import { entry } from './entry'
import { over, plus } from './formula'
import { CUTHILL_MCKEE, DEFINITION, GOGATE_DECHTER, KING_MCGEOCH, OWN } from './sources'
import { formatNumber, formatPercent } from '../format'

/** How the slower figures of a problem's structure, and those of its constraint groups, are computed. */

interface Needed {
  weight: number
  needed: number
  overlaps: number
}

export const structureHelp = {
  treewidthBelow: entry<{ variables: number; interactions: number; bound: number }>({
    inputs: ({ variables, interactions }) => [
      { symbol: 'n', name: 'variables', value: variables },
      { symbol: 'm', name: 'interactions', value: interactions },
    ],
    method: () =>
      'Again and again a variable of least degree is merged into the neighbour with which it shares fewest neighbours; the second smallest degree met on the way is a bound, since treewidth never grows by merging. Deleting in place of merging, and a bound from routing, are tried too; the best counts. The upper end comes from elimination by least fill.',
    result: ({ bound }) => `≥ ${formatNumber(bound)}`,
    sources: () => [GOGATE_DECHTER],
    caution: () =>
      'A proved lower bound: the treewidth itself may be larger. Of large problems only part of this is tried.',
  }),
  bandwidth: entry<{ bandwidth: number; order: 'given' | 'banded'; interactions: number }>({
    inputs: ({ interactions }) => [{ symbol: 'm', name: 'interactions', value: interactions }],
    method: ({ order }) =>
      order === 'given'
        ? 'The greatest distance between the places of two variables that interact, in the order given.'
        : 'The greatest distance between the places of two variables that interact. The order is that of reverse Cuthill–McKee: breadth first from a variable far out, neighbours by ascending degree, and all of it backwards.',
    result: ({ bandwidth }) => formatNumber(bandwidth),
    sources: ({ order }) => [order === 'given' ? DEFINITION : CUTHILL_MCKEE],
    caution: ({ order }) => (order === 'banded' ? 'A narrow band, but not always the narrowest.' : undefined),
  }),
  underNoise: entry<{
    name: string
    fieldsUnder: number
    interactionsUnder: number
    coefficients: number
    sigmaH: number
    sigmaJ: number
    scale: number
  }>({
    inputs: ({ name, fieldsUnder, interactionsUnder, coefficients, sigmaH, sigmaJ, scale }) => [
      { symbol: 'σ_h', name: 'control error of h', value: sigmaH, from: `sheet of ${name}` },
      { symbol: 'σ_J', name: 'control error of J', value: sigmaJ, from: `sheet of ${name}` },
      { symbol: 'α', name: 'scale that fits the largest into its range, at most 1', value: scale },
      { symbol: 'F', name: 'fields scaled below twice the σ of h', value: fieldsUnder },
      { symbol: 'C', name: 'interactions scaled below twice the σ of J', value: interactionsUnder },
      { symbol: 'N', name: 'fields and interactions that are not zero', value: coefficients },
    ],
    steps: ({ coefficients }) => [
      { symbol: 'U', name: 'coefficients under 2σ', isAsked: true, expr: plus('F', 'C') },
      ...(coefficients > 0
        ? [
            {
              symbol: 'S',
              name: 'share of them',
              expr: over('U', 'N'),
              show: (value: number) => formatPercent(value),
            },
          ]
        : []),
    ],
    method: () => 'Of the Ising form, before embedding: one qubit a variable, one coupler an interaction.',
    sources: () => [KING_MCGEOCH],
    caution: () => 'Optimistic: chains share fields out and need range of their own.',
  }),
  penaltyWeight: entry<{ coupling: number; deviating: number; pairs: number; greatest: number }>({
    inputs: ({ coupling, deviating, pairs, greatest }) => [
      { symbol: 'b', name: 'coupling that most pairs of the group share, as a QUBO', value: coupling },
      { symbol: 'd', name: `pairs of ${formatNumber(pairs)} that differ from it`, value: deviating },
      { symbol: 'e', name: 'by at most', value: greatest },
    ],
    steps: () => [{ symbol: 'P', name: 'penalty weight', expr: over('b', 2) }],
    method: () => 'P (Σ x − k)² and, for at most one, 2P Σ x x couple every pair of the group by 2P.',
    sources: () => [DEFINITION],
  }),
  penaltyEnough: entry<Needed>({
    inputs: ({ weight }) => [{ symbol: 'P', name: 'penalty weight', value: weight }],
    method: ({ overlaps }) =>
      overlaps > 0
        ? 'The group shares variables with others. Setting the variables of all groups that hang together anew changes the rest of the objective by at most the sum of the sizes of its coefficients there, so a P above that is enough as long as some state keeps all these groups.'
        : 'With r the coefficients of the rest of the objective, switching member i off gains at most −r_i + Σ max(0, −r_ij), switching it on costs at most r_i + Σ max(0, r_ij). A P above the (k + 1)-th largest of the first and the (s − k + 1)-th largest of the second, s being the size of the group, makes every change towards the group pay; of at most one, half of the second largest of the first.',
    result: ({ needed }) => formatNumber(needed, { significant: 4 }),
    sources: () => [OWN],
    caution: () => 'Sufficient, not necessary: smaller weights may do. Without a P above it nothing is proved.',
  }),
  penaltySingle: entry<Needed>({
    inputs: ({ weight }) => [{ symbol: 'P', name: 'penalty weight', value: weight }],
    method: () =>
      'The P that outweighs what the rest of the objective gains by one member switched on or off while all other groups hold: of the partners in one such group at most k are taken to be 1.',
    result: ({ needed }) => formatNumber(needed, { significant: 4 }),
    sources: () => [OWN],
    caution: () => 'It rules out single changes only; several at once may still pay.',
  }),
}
^^^^
Out of the entries above, write out only the lines between the line holding "method: () => 'P" and the line holding "all these groups.'", inclusive, each exactly as given.

- **TASK SOLUTION**
    method: () => 'P (Σ x − k)² and, for at most one, 2P Σ x x couple every pair of the group by 2P.',
    sources: () => [DEFINITION],
  }),
  penaltyEnough: entry<Needed>({
    inputs: ({ weight }) => [{ symbol: 'P', name: 'penalty weight', value: weight }],
    method: ({ overlaps }) =>
      overlaps > 0
        ? 'The group shares variables with others. Setting the variables of all groups that hang together anew changes the rest of the objective by at most the sum of the sizes of its coefficients there, so a P above that is enough as long as some state keeps all these groups.'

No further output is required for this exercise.